Mit freundlichen Gruessen
David Geffen


----- Original Message -----
From: "Martin Bayer" <mbayer@zedat.fu-berlin.de>
To: <geffen@one4net.com>
Sent: Thursday, July 12, 2001 5:39 PM
Subject: Re: Lizenzbedingungen von 'html2text'


> Guten Tag!
>
> On Mon, Jun 25, 2001 at 03:23:31PM +0200, David Geffen wrote:
> > > Aus diesem Grunde möchte ich Sie herzlich bitten, zu überlegen, ob es
> > > für GMRS nicht möglich wäre, 'html2text' nachträglich unter die GPL zu
> > > stellen.
> >
> > ich bin erst heute zurueck aus dem Urlaub gekommen.
> >
> > Ich werde mich in den naechsten paar Tage dazu melden.
>
> Darf ich Sie fragen, ob Sie in dieser Angelegenheit bereits zu einem
> Entschluss gekommen sind? Es ist mittlerweile gelungen, das Programm nach
> g++3 zu portieren, und da wäre es schön, wenn bereits diese neue Version
> unter GPL veröffentlicht werden könne.
>
> Mit den besten Grüßen
> --
> Martin Bayer
>                                                 c.ne Ostiense, 212/E/15
> E-Mail: mail@mbayer.de                          I-00154 Roma
> WWW: http://www.mbayer.de                       GSM: +39 3476605285


# ----------------------------------------------------------------------------
# This program is not provided nor supported by GMRS any longer.

Since GMRS decided not to develop nor to support this program any longer,
they also did not provide its source code any more.
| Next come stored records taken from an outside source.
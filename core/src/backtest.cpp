#include "tailwise/backtest.h"

#include "tailwise/cornishfisher.h"
#include "tailwise/guard.h"
#include "tailwise/historical.h"
#include "tailwise/parametric.h"
#include "tailwise/returns.h"
#include "tailwise/shape.h"
#include "tailwise/studentt.h"

#include <boost/math/distributions/normal.hpp>

#include <algorithm>
#include <cassert>
#include <cmath>
#include <memory>
#include <optional>
#include <span>
#include <string>
#include <utility>

namespace tailwise {

namespace {

Error plainError(ErrorKind kind, std::string message)
{
    Error e;
    e.kind = kind;
    e.message = std::move(message);
    return e;
}

double portfolioSd(const ForecastInput &in)
{
    return std::sqrt(in.moments.portfolioVariance(in.exposures));
}

double portfolioMean(const ForecastInput &in)
{
    return in.exposures.dot(in.moments.mean());
}

Forecast normalForecast(const ForecastInput &in)
{
    return Forecast{normalQuantile(in.assumptions.confidence) * portfolioSd(in) - portfolioMean(in), false};
}

// The window's daily P&L with today's exposures (shape.h's dailyPnl), for the models that look at
// its shape or its empirical quantile.
Eigen::VectorXd windowPnl(const ForecastInput &in)
{
    return in.moments.windowReturns() * in.exposures;
}

std::optional<Shape> shapeOf(const Eigen::VectorXd &pnl)
{
    return momentShape(std::span<const double>(pnl.data(), static_cast<std::size_t>(pnl.size())));
}

Forecast studentTForecast(const ForecastInput &in)
{
    const DegreesOfFreedom &dof = in.assumptions.dof;
    std::optional<double> nu;
    if (dof.kind == DegreesOfFreedom::Kind::Given) {
        nu = dof.value;
    } else if (const auto shape = shapeOf(windowPnl(in))) {
        nu = fitDofByKurtosis(shape->excessKurtosis);
    }
    if (!nu)
        return Forecast{normalForecast(in).var, true};
    return Forecast{studentTVarFactor(*nu, in.assumptions.confidence) * portfolioSd(in) - portfolioMean(in), false};
}

Forecast cornishFisherForecast(const ForecastInput &in)
{
    const auto shape = shapeOf(windowPnl(in));
    if (!shape)
        return Forecast{normalForecast(in).var, true};
    // −z_cf(Φ⁻¹(α)), α = 1 − C, as cornishFisherFactors() gives it (without its ES quadrature).
    const double alpha = 1.0 - in.assumptions.confidence;
    const double z = boost::math::quantile(boost::math::normal(), alpha);
    return Forecast{-cornishFisherZ(z, *shape) * portfolioSd(in) - portfolioMean(in), false};
}

Forecast historicalForecast(const ForecastInput &in)
{
    const Eigen::VectorXd losses = -windowPnl(in);
    const VarEs figures =
        empiricalVarEs(std::span<const double>(losses.data(), static_cast<std::size_t>(losses.size())),
                       in.assumptions.confidence);
    return Forecast{figures.var, false};
}

} // namespace

Status checkBacktestModel(RiskModel model)
{
    // Written as a test rather than a switch so that models added to RiskModel are refused here
    // until the backtest learns them, instead of failing to compile.
    for (RiskModel supported : backtestModels())
        if (model == supported)
            return Done{};
    return fieldError(ErrorKind::Assumption, "model",
                      "the backtest does not support the '" + std::string(toName(model))
                          + "' model yet; it supports 'normal', 'student-t', 'cornish-fisher' and 'historical'");
}

Result<Forecast> forecastOneDayVar(RiskModel model, const ForecastInput &input)
{
    if (model == RiskModel::Normal)
        return normalForecast(input);
    if (model == RiskModel::StudentT)
        return studentTForecast(input);
    if (model == RiskModel::CornishFisher)
        return cornishFisherForecast(input);
    if (model == RiskModel::Historical)
        return historicalForecast(input);
    return checkBacktestModel(model).error();
}

void fillStatistics(BacktestResult &r)
{
    assert(!r.days.empty());
    // std::vector<bool> has no contiguous storage to view as a span; a plain array does.
    const std::unique_ptr<bool[]> hits(new bool[r.days.size()]);
    for (std::size_t i = 0; i < r.days.size(); ++i)
        hits[i] = r.days[i].exception;
    const std::span<const bool> view(hits.get(), r.days.size());
    r.observations = static_cast<int>(r.days.size());
    r.exceptions = static_cast<int>(std::count(view.begin(), view.end(), true));
    r.expectedExceptions = r.tailProbability * static_cast<double>(r.observations);
    r.kupiec = kupiecPof(r.exceptions, r.observations, r.tailProbability);
    r.christoffersen = christoffersen(view, r.tailProbability);
    r.zone = trafficLightZone(r.exceptions, r.observations, r.tailProbability);
}

std::vector<Date> exceptionDates(const BacktestResult &result)
{
    std::vector<Date> dates;
    for (const auto &d : result.days)
        if (d.exception)
            dates.push_back(d.date);
    return dates;
}

static Result<BacktestResult> runBacktestUnguarded(const BacktestRequest &request, std::stop_token stop,
                                                   const ProgressCallback &progress);

Result<BacktestResult> runBacktest(const BacktestRequest &request, std::stop_token stop, const ProgressCallback &progress)
{
    return catchLibraryErrors([&] { return runBacktestUnguarded(request, stop, progress); });
}

static Result<BacktestResult> runBacktestUnguarded(const BacktestRequest &request, std::stop_token stop,
                                                   const ProgressCallback &progress)
{
    const Assumptions &a = request.assumptions;
    const PriceHistory &prices = request.prices;
    if (auto ok = validate(a); !ok)
        return ok.error();
    if (!a.window)
        return fieldError(ErrorKind::Assumption, "window",
                          "a backtest needs a window length: the number of daily returns each forecast is "
                          "estimated from (e.g. 250)");
    if (auto ok = checkBacktestModel(a.model); !ok)
        return ok.error();
    if (request.holdings.empty())
        return fieldError(ErrorKind::InsufficientData, "holdings", "the portfolio has no holdings");
    if (auto ok = checkHoldings(request.holdings, prices); !ok)
        return ok.error();
    const int w = *a.window;
    const int available = prices.dayCount() - 1;
    if (w >= available)
        return fieldError(ErrorKind::InsufficientData, "window",
                          "a window of " + std::to_string(w) + " returns leaves no day to test: the price history has "
                              + std::to_string(std::max(available, 0)) + " returns (" + std::to_string(prices.dayCount())
                              + " days), and a backtest needs more returns than the window");

    // The held assets' columns, in holdings order.
    const Eigen::Index n = static_cast<Eigen::Index>(request.holdings.size());
    const Eigen::Index days = prices.prices.rows();
    Eigen::MatrixXd heldPrices(days, n);
    Eigen::VectorXd quantity(n), fixedValue(n);
    Eigen::Array<bool, Eigen::Dynamic, 1> byValue(n);
    BacktestResult result;
    result.assumptions = a;
    result.window = w;
    result.tailProbability = 1.0 - a.confidence;
    result.warnings = prices.warnings;
    bool overridden = false;
    for (Eigen::Index i = 0; i < n; ++i) {
        const Holding &h = request.holdings[static_cast<std::size_t>(i)];
        heldPrices.col(i) = prices.prices.col(prices.assetIndex(h.asset));
        byValue(i) = h.value.has_value();
        quantity(i) = h.value ? 0.0 : h.quantity;
        fixedValue(i) = h.value.value_or(0.0);
        overridden |= h.priceOverride.has_value();
    }
    if (overridden)
        result.warnings.push_back("price overrides in the holdings are not used: each past day is valued at its own close");
    if (a.horizonDays != 1)
        result.warnings.push_back("the backtest is of one-day VaR: the horizon of " + std::to_string(a.horizonDays)
                                  + " days is not used");
    if (w <= n)
        result.warnings.push_back("the window has " + std::to_string(w) + " returns for " + std::to_string(n)
                                  + " holdings: each covariance is singular and the forecasts rest on too little data");

    const Eigen::MatrixXd simple = computeReturns(heldPrices, ReturnType::Simple);
    const Eigen::MatrixXd logReturns = a.returns == ReturnType::Log ? computeReturns(heldPrices, ReturnType::Log)
                                                                    : Eigen::MatrixXd();
    const Eigen::MatrixXd &estimation = a.returns == ReturnType::Log ? logReturns : simple;
    RollingMoments moments(estimation, w, a.estimator, a.lambda, a.mean);

    // Return row k belongs to date k+1; the first tested day is t = W+1 (return row W), whose
    // window is return rows 0 … W−1, exactly where RollingMoments starts.
    const int tested = available - w;
    result.days.reserve(static_cast<std::size_t>(tested));
    const int progressStep = std::max(1, tested / 100);
    Eigen::VectorXd exposures(n);
    int fallbackDays = 0;
    for (int k = 0; k < tested; ++k) {
        if (stop.stop_requested())
            return plainError(ErrorKind::Cancelled, "the backtest was stopped before it finished");
        // Day t = W+1+k: its return is row t−1 of `simple`, its previous close is price row t−1.
        const Eigen::Index row = w + k;
        const Eigen::Index closeBefore = row;
        for (Eigen::Index i = 0; i < n; ++i)
            exposures(i) = byValue(i) ? fixedValue(i) : quantity(i) * heldPrices(closeBefore, i);
        auto forecast = forecastOneDayVar(a.model, ForecastInput{exposures, moments, a});
        if (!forecast)
            return forecast.error();
        fallbackDays += forecast.value().normalFallback ? 1 : 0;
        BacktestDay day;
        day.date = prices.dates[static_cast<std::size_t>(row + 1)];
        day.pnl = exposures.dot(simple.row(row).transpose());
        day.var = forecast.value().var;
        if (!std::isfinite(day.pnl) || !std::isfinite(day.var))
            return plainError(ErrorKind::Numerical, "the backtest gave a non-finite figure on " + toIso(day.date)
                                                        + ": the prices or holdings are too large to compute with");
        day.exception = -day.pnl > day.var;
        result.days.push_back(day);
        if (moments.canAdvance())
            moments.advance();
        if (progress && ((k + 1) % progressStep == 0 || k + 1 == tested))
            progress(static_cast<double>(k + 1) / static_cast<double>(tested));
    }

    fillStatistics(result);
    result.normalFallbackDays = fallbackDays;
    if (fallbackDays > 0)
        result.warnings.push_back("on " + std::to_string(fallbackDays) + " of " + std::to_string(tested) + " days the "
                                  + std::string(toName(a.model))
                                  + " model could not be fitted to the window's P&L (no spread, or no excess kurtosis "
                                    "for a Student-t) and the normal model was used for that day");
    if (result.observations < 250)
        result.warnings.push_back("only " + std::to_string(result.observations)
                                  + " days were tested: the coverage tests have little power on fewer than about 250");
    if (result.christoffersen.transitions.total() == 0)
        result.warnings.push_back("a single tested day has no day-to-day transitions: the independence test is not informative");
    return result;
}

Result<BacktestResult> runBacktest(const BacktestRequest &request, const RunControl &control)
{
    return runBacktest(request, control.stop, control.progress);
}

std::vector<RiskModel> backtestModels()
{
    return {RiskModel::Normal, RiskModel::StudentT, RiskModel::CornishFisher, RiskModel::Historical};
}

BacktestVerdict verdictAt(const BacktestResult &r, double testSize)
{
    assert(testSize > 0.0 && testSize < 1.0);
    BacktestVerdict v;
    v.testSize = testSize;
    v.kupiecRejected = r.kupiec.pValue < testSize;
    v.tooManyExceptions = r.exceptions > r.expectedExceptions;
    v.independenceRejected = r.christoffersen.transitions.total() > 0 && r.christoffersen.independence.pValue < testSize;
    v.clustering = r.christoffersen.pi1 > r.christoffersen.pi0;
    v.coverageRejected = r.christoffersen.conditionalCoverage.pValue < testSize;
    v.passed = !v.kupiecRejected && !v.independenceRejected && !v.coverageRejected;
    return v;
}

} // namespace tailwise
With this, I realised,
the source code of this program was hardly to obtain, as most archives
included at best a precompiled version. Because I liked the features, I
offered a webspace where this program now is living at,

	http://userpage.fu-berlin.de/~mbayer/tools/html2text.html

I'm afraid in this way I've become the maintainer of this package, even if I
actually don't have time free to spend on working on the program by myself.
Please keep this in mind if you are going to write me. :-)
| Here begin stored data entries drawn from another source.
#include "tailwise/contributions.h"

#include "tailwise/parametric.h"

#include <cmath>

namespace tailwise {

Contributions normalContributions(const Eigen::VectorXd &e, const Eigen::MatrixXd &cov, const Eigen::VectorXd &mean,
                                  int horizonDays, double confidence)
{
    const double z = normalQuantile(confidence);
    const double esFactor = normalTailMeanFactor(confidence);
    const double rootH = std::sqrt(static_cast<double>(horizonDays));
    const double h = static_cast<double>(horizonDays);
    const Eigen::VectorXd sigmaE = cov * e;
    const double sigmaP = std::sqrt(std::max(0.0, e.dot(sigmaE)));
    const Eigen::VectorXd direction = sigmaP > 0.0 ? Eigen::VectorXd(sigmaE / sigmaP) : Eigen::VectorXd::Zero(e.size());

    Contributions c;
    c.marginalVar = z * rootH * direction - h * mean;
    const Eigen::VectorXd marginalEs = esFactor * rootH * direction - h * mean;
    c.componentVar = e.cwiseProduct(c.marginalVar);
    c.componentEs = e.cwiseProduct(marginalEs);
    const Eigen::VectorXd sd = cov.diagonal().cwiseMax(0.0).cwiseSqrt();
    const Eigen::VectorXd spread = rootH * sd.cwiseProduct(e.cwiseAbs());
    const Eigen::VectorXd drift = h * mean.cwiseProduct(e);
    c.standaloneVar = z * spread - drift;
    c.standaloneEs = esFactor * spread - drift;
    const double var = z * rootH * sigmaP - h * mean.dot(e);
    c.undiversifiedVar = c.standaloneVar.sum();
    c.diversificationBenefit = c.undiversifiedVar - var;
    return c;
}

} // namespace tailwise
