#include "tailwise/prices.h"
#include "tailwise/pricecheck.h"
#include "tailwise/textlimits.h"

#include "csvtext.h"

#include <algorithm>
#include <charconv>
#include <cmath>
#include <limits>
#include <optional>
#include <thread>
#include <unordered_set>
#include <vector>

namespace tailwise {

int PriceHistory::assetIndex(std::string_view name) const
{
    for (std::size_t i = 0; i < assets.size(); ++i)
        if (assets[i] == name)
            return static_cast<int>(i);
    return -1;
}

namespace {

bool equalsIgnoreCase(std::string_view a, std::string_view b)
{
    if (a.size() != b.size())
        return false;
    for (std::size_t i = 0; i < a.size(); ++i) {
        char x = a[i], y = b[i];
        if (x >= 'A' && x <= 'Z') x = static_cast<char>(x - 'A' + 'a');
        if (y >= 'A' && y <= 'Z') y = static_cast<char>(y - 'A' + 'a');
        if (x != y)
            return false;
    }
    return true;
}

std::string plural(std::size_t n, const char *one, const char *many)
{
    return std::to_string(n) + " " + (n == 1 ? one : many);
}

struct DataLine {
    std::string_view text;
    int lineNumber = 0;
};

struct RowDate {
    Date date;
    bool parsed = false; // the row's first cell was a valid date
};

struct ChunkFailure {
    std::size_t row = 0;
    std::optional<Error> error;
};

// Threads for `rows` × `assets` cells: one per hardware thread for a large file, one below about
// 10⁵ cells, where starting a thread costs more than it saves (common practice).
std::size_t chunkCount(std::size_t rows, std::size_t assets)
{
    if (rows * assets < 100000 || rows < 2)
        return 1;
    const std::size_t hardware = std::max(1u, std::thread::hardware_concurrency());
    return std::min({hardware, rows, std::size_t{16}});
}
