#include "tailwise/result.h"

namespace tailwise {

Error fileError(ErrorKind kind, const std::string &file, int line, int column, const std::string &what)
{
    std::string place = file.empty() ? std::string("input") : file;
    if (line > 0)
        place += ", line " + std::to_string(line);
    if (column > 0)
        place += ", column " + std::to_string(column);
    Error error;
    error.kind = kind;
    error.message = place + ": " + what;
    error.file = file;
    error.line = line;
    error.column = column;
    return error;
}

Error fieldError(ErrorKind kind, const std::string &field, const std::string &what)
{
    Error error;
    error.kind = kind;
    error.message = field + ": " + what;
    error.field = field;
    return error;
}

} // namespace tailwise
The source code can also be obtained from the Ibiblio network at

	[ftp|http]://ftp.ibiblio.org/pub/linux/apps/www/converters/

If you are going to retrieve the source code from within automated scripts,
e.g. by a software packaging manager, please prefer downloading it from the
Ibiblio server or one of its mirrors.


# ----------------------------------------------------------------------------
# »We accept patches.«

Please include in all your messages information on
	· the version of html2text you are referring to (`html2text -version`),
          if you obtained the program in binary form, the version number as
	  supplied by your package manager (e.g. `rpm -q html2text`);
	· name and version of your operating system (`uname -a`);
	· name and version of your compiler (`cc -v`).

If you think you found a possible security impact, please let _me_ know
_first_.

If you think you found a bug, please try first to find out its possible
reason by yourself, using the "-unparse", "-check", "-debug-scanner", and
"-debug-parser" command line options, in order to save other people's time. I
will not consider any "bug report" that just claims "your program is
buggy!!!!!1", nor will I answer to any mail asking me O/S-specific questions.
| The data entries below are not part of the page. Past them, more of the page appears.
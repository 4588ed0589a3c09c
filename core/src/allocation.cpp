#include "tailwise/allocation.h"

#include "tailwise/cornishfisher.h"
#include "tailwise/historical.h"

#include <boost/math/distributions/normal.hpp>

#include <algorithm>
#include <cassert>
#include <cmath>
#include <numbers>
#include <span>

namespace tailwise {

std::string_view toName(MultiDayScaling v) { return v == MultiDayScaling::SquareRoot ? "sqrt" : "aggregate"; }

std::optional<MultiDayScaling> parseMultiDayScaling(std::string_view n)
{
    if (n == "sqrt")
        return MultiDayScaling::SquareRoot;
    if (n == "aggregate")
        return MultiDayScaling::Aggregate;
    return std::nullopt;
}

double aggregateDof(double dailyDof, int horizonDays)
{
    if (!(dailyDof > 4.0))
        return dailyDof;
    return std::min(4.0 + static_cast<double>(horizonDays) * (dailyDof - 4.0), 1e6);
}

void finishAllocation(Allocation &a, const Eigen::VectorXd &e)
{
    a.marginalVar.resize(e.size());
    for (Eigen::Index i = 0; i < e.size(); ++i)
        a.marginalVar(i) = e(i) != 0.0 ? a.componentVar(i) / e(i) : 0.0;
    a.undiversifiedVar = a.standaloneVar.sum();
    a.diversificationBenefit = a.undiversifiedVar - a.total.var;
}

Allocation ellipticalAllocation(const Eigen::VectorXd &e, const Eigen::VectorXd &sigmaE, double sigmaP,
                                const Eigen::VectorXd &sd, const Eigen::VectorXd &mean, int horizonDays,
                                double kVar, double kEs)
{
    const double h = static_cast<double>(horizonDays);
    const double rootH = std::sqrt(h);
    const Eigen::VectorXd direction = sigmaP > 0.0 ? Eigen::VectorXd(sigmaE / sigmaP) : Eigen::VectorXd::Zero(e.size());
    const Eigen::VectorXd drift = h * mean.cwiseProduct(e);
    const Eigen::VectorXd spreadPart = rootH * e.cwiseProduct(direction);
    Allocation a;
    a.componentVar = kVar * spreadPart - drift;
    a.componentEs = kEs * spreadPart - drift;
    const Eigen::VectorXd own = rootH * sd.cwiseProduct(e.cwiseAbs());
    a.standaloneVar = kVar * own - drift;
    a.standaloneEs = kEs * own - drift;
    const double driftTotal = h * mean.dot(e);
    a.total = VarEs{kVar * rootH * sigmaP - driftTotal, kEs * rootH * sigmaP - driftTotal};
    finishAllocation(a, e);
    return a;
}

Shape scaledShape(Shape daily, int horizonDays, MultiDayScaling scaling)
{
    if (scaling == MultiDayScaling::SquareRoot)
        return daily;
    const double h = static_cast<double>(horizonDays);
    return Shape{daily.skewness / std::sqrt(h), daily.excessKurtosis / h};
}

namespace {

struct CfFactorDerivatives {
    double var = 0.0, varS = 0.0, varK = 0.0; // f_V and its partials
    double es = 0.0, esS = 0.0, esK = 0.0;    // f_E (the model's quadrature) and its partials
};

CfFactorDerivatives cfDerivatives(double confidence, Shape s)
{
    const double alpha = 1.0 - confidence;
    const boost::math::normal standard;
    const double a = boost::math::quantile(standard, alpha);
    const double phi = boost::math::pdf(standard, a);
    const CornishFisherFactors f = cornishFisherFactors(confidence, s);
    CfFactorDerivatives d;
    d.var = f.var;
    d.varS = -((a * a - 1.0) / 6.0 - (2.0 * a * a * a - 5.0 * a) * s.skewness / 18.0);
    d.varK = -(a * a * a - 3.0 * a) / 24.0;
    d.es = f.es;
    d.esS = phi / alpha * (a / 6.0 - (2.0 * a * a - 1.0) * s.skewness / 18.0);
    d.esK = phi / alpha * (a * a - 1.0) / 24.0;
    return d;
}

// VaR and ES factors of a position alone (own shape), or the normal's when it has none.
VarEs ownCfFactors(const Eigen::VectorXd &ownPnl, double confidence, int horizonDays, MultiDayScaling scaling)
{
    const auto shape = momentShape(std::span<const double>(ownPnl.data(), static_cast<std::size_t>(ownPnl.size())));
    const Shape s = shape ? scaledShape(*shape, horizonDays, scaling) : Shape{};
    const CornishFisherFactors f = cornishFisherFactors(confidence, s);
    return VarEs{f.var, f.es};
}

} // namespace

Allocation cornishFisherAllocation(const Eigen::VectorXd &e, const Eigen::VectorXd &sigmaE, double sigmaP,
                                   const Eigen::VectorXd &sd, const Eigen::VectorXd &mean, const Eigen::MatrixXd &returns,
                                   int horizonDays, double confidence, MultiDayScaling scaling)
{
    const double h = static_cast<double>(horizonDays);
    const double rootH = std::sqrt(h);
    const auto n = static_cast<double>(returns.rows());
    // Centred window and P&L.
    const Eigen::RowVectorXd returnMean = returns.colwise().mean();
    const Eigen::MatrixXd centred = returns.rowwise() - returnMean;
    const Eigen::VectorXd p = centred * e;
    const Eigen::VectorXd p2 = p.cwiseProduct(p);
    const Eigen::VectorXd p3 = p2.cwiseProduct(p);
    const double m2 = p2.sum() / n, m3 = p3.sum() / n, m4 = p2.squaredNorm() / n;
    // ∂m_k/∂e_i in returns space: k/n Σ_t r̃_{i,t} p̃_t^{k−1}.
    const Eigen::VectorXd dm2 = (2.0 / n) * (centred.transpose() * p);
    const Eigen::VectorXd dm3 = (3.0 / n) * (centred.transpose() * p2);
    const Eigen::VectorXd dm4 = (4.0 / n) * (centred.transpose() * p3);
    Eigen::VectorXd dS = dm3 / std::pow(m2, 1.5) - 1.5 * m3 / std::pow(m2, 2.5) * dm2;
    Eigen::VectorXd dK = dm4 / (m2 * m2) - 2.0 * m4 / (m2 * m2 * m2) * dm2;
    Shape daily{m3 / std::pow(m2, 1.5), m4 / (m2 * m2) - 3.0};
    if (scaling == MultiDayScaling::Aggregate) {
        dS /= rootH;
        dK /= h;
    }
    const Shape s = scaledShape(daily, horizonDays, scaling);
    const CfFactorDerivatives d = cfDerivatives(confidence, s);

    const Eigen::VectorXd direction = sigmaP > 0.0 ? Eigen::VectorXd(sigmaE / sigmaP) : Eigen::VectorXd::Zero(e.size());
    const Eigen::VectorXd drift = h * mean.cwiseProduct(e);
    const double sigmaH = rootH * sigmaP;
    Allocation a;
    a.componentVar = e.cwiseProduct(d.var * rootH * direction + sigmaH * (d.varS * dS + d.varK * dK)) - drift;
    a.componentEs = e.cwiseProduct(d.es * rootH * direction + sigmaH * (d.esS * dS + d.esK * dK)) - drift;
    const double driftTotal = h * mean.dot(e);
    a.total = VarEs{d.var * sigmaH - driftTotal, d.es * sigmaH - driftTotal};
    a.standaloneVar.resize(e.size());
    a.standaloneEs.resize(e.size());
    for (Eigen::Index i = 0; i < e.size(); ++i) {
        const Eigen::VectorXd own = e(i) * returns.col(i);
        const VarEs f = ownCfFactors(own, confidence, horizonDays, scaling);
        const double spread = rootH * sd(i) * std::abs(e(i));
        a.standaloneVar(i) = f.var * spread - drift(i);
        a.standaloneEs(i) = f.es * spread - drift(i);
    }
    finishAllocation(a, e);
    return a;
}

double silvermanBandwidth(const Eigen::VectorXd &losses)
{
    const auto n = static_cast<double>(losses.size());
    if (losses.size() < 2)
        return 0.0;
    const double mean = losses.mean();
    const double sL = std::sqrt((losses.array() - mean).square().sum() / (n - 1.0));
    return 1.06 * sL * std::pow(n, -0.2);
}

Allocation scenarioAllocation(const Eigen::MatrixXd &pnl, double confidence, double scale)
{
    assert(pnl.rows() >= 2);
    const Eigen::Index n = pnl.rows(), m = pnl.cols();
    const Eigen::VectorXd losses = -pnl.rowwise().sum();
    const std::span<const double> lossSpan(losses.data(), static_cast<std::size_t>(n));
    const VarEs total = empiricalVarEs(lossSpan, confidence);

    Allocation a;
    // Component ES: the tail mean of each position's loss.
    Eigen::VectorXd tailSum = Eigen::VectorXd::Zero(m);
    int tailCount = 0;
    for (Eigen::Index t = 0; t < n; ++t)
        if (losses(t) >= total.var) {
            tailSum -= pnl.row(t).transpose();
            ++tailCount;
        }
    a.componentEs = tailSum / static_cast<double>(tailCount);
    // Component VaR: Gaussian-kernel estimate of E[−P_i | L = VaR], normalised to add up to VaR.
    const double b = silvermanBandwidth(losses);
    bool kernelDone = false;
    if (b > 0.0) {
        const double norm = 1.0 / std::sqrt(2.0 * std::numbers::pi);
        Eigen::VectorXd w(n);
        for (Eigen::Index t = 0; t < n; ++t) {
            const double u = (losses(t) - total.var) / b;
            w(t) = norm * std::exp(-0.5 * u * u);
        }
        const double wl = w.dot(losses);
        if (wl != 0.0 && std::isfinite(wl)) {
            a.componentVar = total.var * (-(pnl.transpose() * w)) / wl;
            kernelDone = true;
        }
    }
    if (!kernelDone) {
        a.componentVar = total.es != 0.0 ? Eigen::VectorXd(a.componentEs * (total.var / total.es)) : Eigen::VectorXd::Zero(m);
        a.warnings.push_back("the scenario losses have no spread around the VaR, so the kernel estimate of each "
                             "holding's part of VaR is not defined: VaR is split in proportion to the holdings' parts of ES");
    }
    a.standaloneVar.resize(m);
    a.standaloneEs.resize(m);
    for (Eigen::Index i = 0; i < m; ++i) {
        const Eigen::VectorXd own = -pnl.col(i);
        const VarEs f = empiricalVarEs(std::span<const double>(own.data(), static_cast<std::size_t>(n)), confidence);
        a.standaloneVar(i) = f.var;
        a.standaloneEs(i) = f.es;
    }
    a.componentVar *= scale;
    a.componentEs *= scale;
    a.standaloneVar *= scale;
    a.standaloneEs *= scale;
    a.total = VarEs{total.var * scale, total.es * scale};
    a.undiversifiedVar = a.standaloneVar.sum();
    a.diversificationBenefit = a.undiversifiedVar - a.total.var;
    return a;
}

Eigen::MatrixXd historicalScenarioPnl(const Eigen::MatrixXd &returns, const Eigen::VectorXd &e, int horizonDays,
                                      HistoricalHorizon method)
{
    const Eigen::MatrixXd daily = returns * e.asDiagonal();
    if (method != HistoricalHorizon::Overlapping || horizonDays <= 1)
        return daily;
    const Eigen::Index rows = daily.rows() - horizonDays + 1;
    assert(rows >= 1);
    Eigen::MatrixXd out(rows, daily.cols());
    for (Eigen::Index k = 0; k < rows; ++k)
        out.row(k) = daily.middleRows(k, horizonDays).colwise().sum();
    return out;
}

} // namespace tailwise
I will include into the TODO list any sensible feature request.

And, last but not least, patches are always very welcome. :-)


Martin Bayer <mbayer@zedat.fu-berlin.de>

	For all e-mails, use of PGP (GPG) is encouraged. You will find my
	public key (ID: 0xCB537B60) on my homepage and on keyservers. The key's
	fingerprint is: "46A1 B556 41CD C77A 0261  D22F 41A6 EB90 CB53 7B60".